# Pre-primed doors & Trim



## ddemair (Nov 3, 2008)

I'm curious as to what kind of primer is used on pre-primed doors and trim. It's pretty smooth and seems similar to shellac-based primer such as BIN.

It doesn't take paint well and sometimes 2 coats of paint hardly seems enough even when painting white over white.

If I'm shooting for an A+ job, I'll re-prime before painting. That way the 1st coat of paint gives the coverage that I would expect.


----------



## Ole34 (Jan 24, 2011)

i heard it was cheap spray flat..........who knows, but im sure its the cheapest crap they could find.............i dont even bother with the pre-primed stuff but rather just prime myself atleast then i know whats goin on it


----------



## DeanV (Apr 18, 2007)

Given that it washes off with water, I would say it is not BIN. Some cheap, clay filled product.


----------



## ROOMINADAY (Mar 20, 2009)

There was a member here that I remember had a signature that said;

"Always Re-prime the Pre-prime". He is right.

I re-prime all pre-primed pine trim with Coverstain.


----------



## Ole34 (Jan 24, 2011)

i pity the fool who puts 2 coats of finish on some exterior pre-primed trim...........i learned that lesson the hard way years ago so i know and knowing is half the battle 



did you notice my reference to 2 famous 80's programs??? well i did..........''Rocky 3'' and ''GI-Joe'' :blink:


----------



## Workaholic (Apr 17, 2007)

Prime the Factory prime. As far as what they use I am not exactly sure but I would say some cheap thinned down WB primer.


----------



## DeanV (Apr 18, 2007)

Your reference in "I pity the fool" I believe is better attributed to Mr. T portraying the affable B.A. Baracas in the A-Team


----------



## sagebrush123 (Mar 11, 2011)

painted over pre=primed today.

it sands so powdery.....and even more so than an oil product..not to familiar with behavior of lacquer, but that is my next guess.

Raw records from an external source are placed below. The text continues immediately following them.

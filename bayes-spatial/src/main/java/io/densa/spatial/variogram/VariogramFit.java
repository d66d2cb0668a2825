package io.densa.spatial.variogram;

import io.densa.core.internal.RecordArrays;
import java.util.List;
import java.util.Objects;

/**
 * A fitted variogram model with its diagnostics. Immutable: the array is copied on construction
 * and by its accessor, the warning list is unmodifiable; equality is by content.
 *
 * @param model        the fitted model (structure plus nugget if fitted and positive)
 * @param method       the criterion minimised
 * @param criterion    the minimised criterion value
 * @param rmse         root mean squared difference γ̂(h_j) − γ(h_j; θ̂) over the bins used
 * @param fitted       γ(h_j; θ̂) at the mean lag of every bin (every bin of an
 *                     {@link EmpiricalVariogram} holds at least one pair, so none is NaN)
 * @param binsUsed     number of bins used
 * @param evaluations  criterion evaluations, all optimiser runs together
 * @param converged    whether the optimiser run that gave the result stopped on its own criterion
 *                     (not the budget)
 * @param rangeAtBound whether the range (or exponent) ended within 0.1% of a bound that was not
 *                     widened (a bound the caller set, the lower bound, or the widest default)
 * @param largestLag   the largest mean lag of the bins used, against which the range is judged
 * @param warnings     what a reader of the fit should know (empty when nothing is to report), in
 *                     a fixed order; reports print them
 */
public record VariogramFit(VariogramModel model, VariogramFitOptions.Method method, double criterion, double rmse,
        double[] fitted, int binsUsed, int evaluations, boolean converged, boolean rangeAtBound, double largestLag,
        List<Warning> warnings) {

    /** What a warning is about. */
    public enum WarningKind {
        /**
         * The fitted practical range (the lag where the structure reaches 95% of its partial sill;
         * the range itself for the spherical) lies beyond the largest lag of the empirical
         * variogram: the sill and the range are extrapolated beyond the lags observed, over which a
         * longer range and a larger sill are hard to tell apart.
         */
        RANGE_BEYOND_LAGS,
        /** A parameter ended on a bound that was not widened (the message names it and the bound). */
        PARAMETER_AT_BOUND,
        /**
         * The optimiser (BOBYQA) failed and the fit was completed by a compass search from the best
         * point it had found.
         */
        OPTIMISER_FALLBACK,
        /** The evaluation budget was spent before the optimiser converged. */
        NOT_CONVERGED
    }

    /**
     * One warning: its kind and a sentence with the numbers, fit to print.
     *
     * @param kind    what it is about
     * @param message the explanation
     */
    public record Warning(WarningKind kind, String message) {
        /** Checks both components. */
        public Warning {
            Objects.requireNonNull(kind, "kind");
            Objects.requireNonNull(message, "message");
        }
    }

    /** Copies the array component and the list (the caller keeps its own). */
    public VariogramFit {
        fitted = RecordArrays.copy(fitted);
        warnings = List.copyOf(Objects.requireNonNull(warnings, "warnings"));
    }

    /** A copy of the {@code fitted} component. */
    @Override
    public double[] fitted() {
        return RecordArrays.copy(fitted);
    }

    /** Whether a warning of this kind was issued. */
    public boolean hasWarning(WarningKind kind) {
        for (Warning w : warnings) {
            if (w.kind() == kind) {
                return true;
            }
        }
        return false;
    }

    /** Equality by content of every component (arrays element by element). */
    @Override
    public boolean equals(Object o) {
        return RecordArrays.equal(this, o);
    }

    /** Hash of the content of every component. */
    @Override
    public int hashCode() {
        return RecordArrays.hash(this);
    }

    /** The components, arrays printed by content. */
    @Override
    public String toString() {
        return RecordArrays.describe(this);
    }
}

it is usually sprayed on way to heavy(high build) by application not material ability......as IF filling in defects, dings,.....crappy pine...what not

and I sanded and two coat with Pro Classic. this is pre-install..yes...


I would rather do my own priming and have primed over the pre-primer before, and prefer it that way.......

the real deal is why are manufacturing plants pre-priming when it is of NO bonus to the painter......I think I know the answer to that!

I think different manu's use different stuff unless there is some industry standard.....like the FDA of primers/wood.


----------



## Ole34 (Jan 24, 2011)

Wheres JP at??? ................he probably ate the stuff before...the way he test stuff i wouldnt be surprised lol


----------



## Gotdibz (Sep 30, 2010)

the only reason I can think of being pre primed from factory is for shipping reasons. To protect the product( Doors, trim, windows, etc.).


----------



## sagebrush123 (Mar 11, 2011)

I don't know the answer to Why they prime it...

you guess shipping, I guess hiding crappy ugly defects....
I see it layed on over large sratches today...and then they stack it not dry complete, because I sand alot of piled on looking stress marks.

I have usually primed again...but was demanded to paint it today-
showed up at 10:30 because I was running paint store and shop errands, and getting ok's about other issues in the house....

so I sand,
paint,
and paint again....

the outside looks very thinnly primed...and major weathered, so I will prime it again.

I like all jobs to have some decent survival time....don't want see poor results 6 months later.


----------



## sagebrush123 (Mar 11, 2011)

it is some NOT working way to cut cost.....

is there any painter here that is ok with pre-primed wood?
if yes, can you share your positive results.


----------



## sagebrush123 (Mar 11, 2011)

I think he gardz everything?

but don't be offended by my guess.

some of the primer like exterior windows and doors looks like it was primed so thinnly......gardz would probably be a great start....?


----------



## sagebrush123 (Mar 11, 2011)

Ole34...
what is your methodology....if you care so?
re-prime and top coats?


----------



## TheRogueBristle (Mar 19, 2010)

I'm pretty sure a lot of it is lacquer based paint. It's a hard finish and it's super fast dry time (faster than WB primers) would work great in a production line. 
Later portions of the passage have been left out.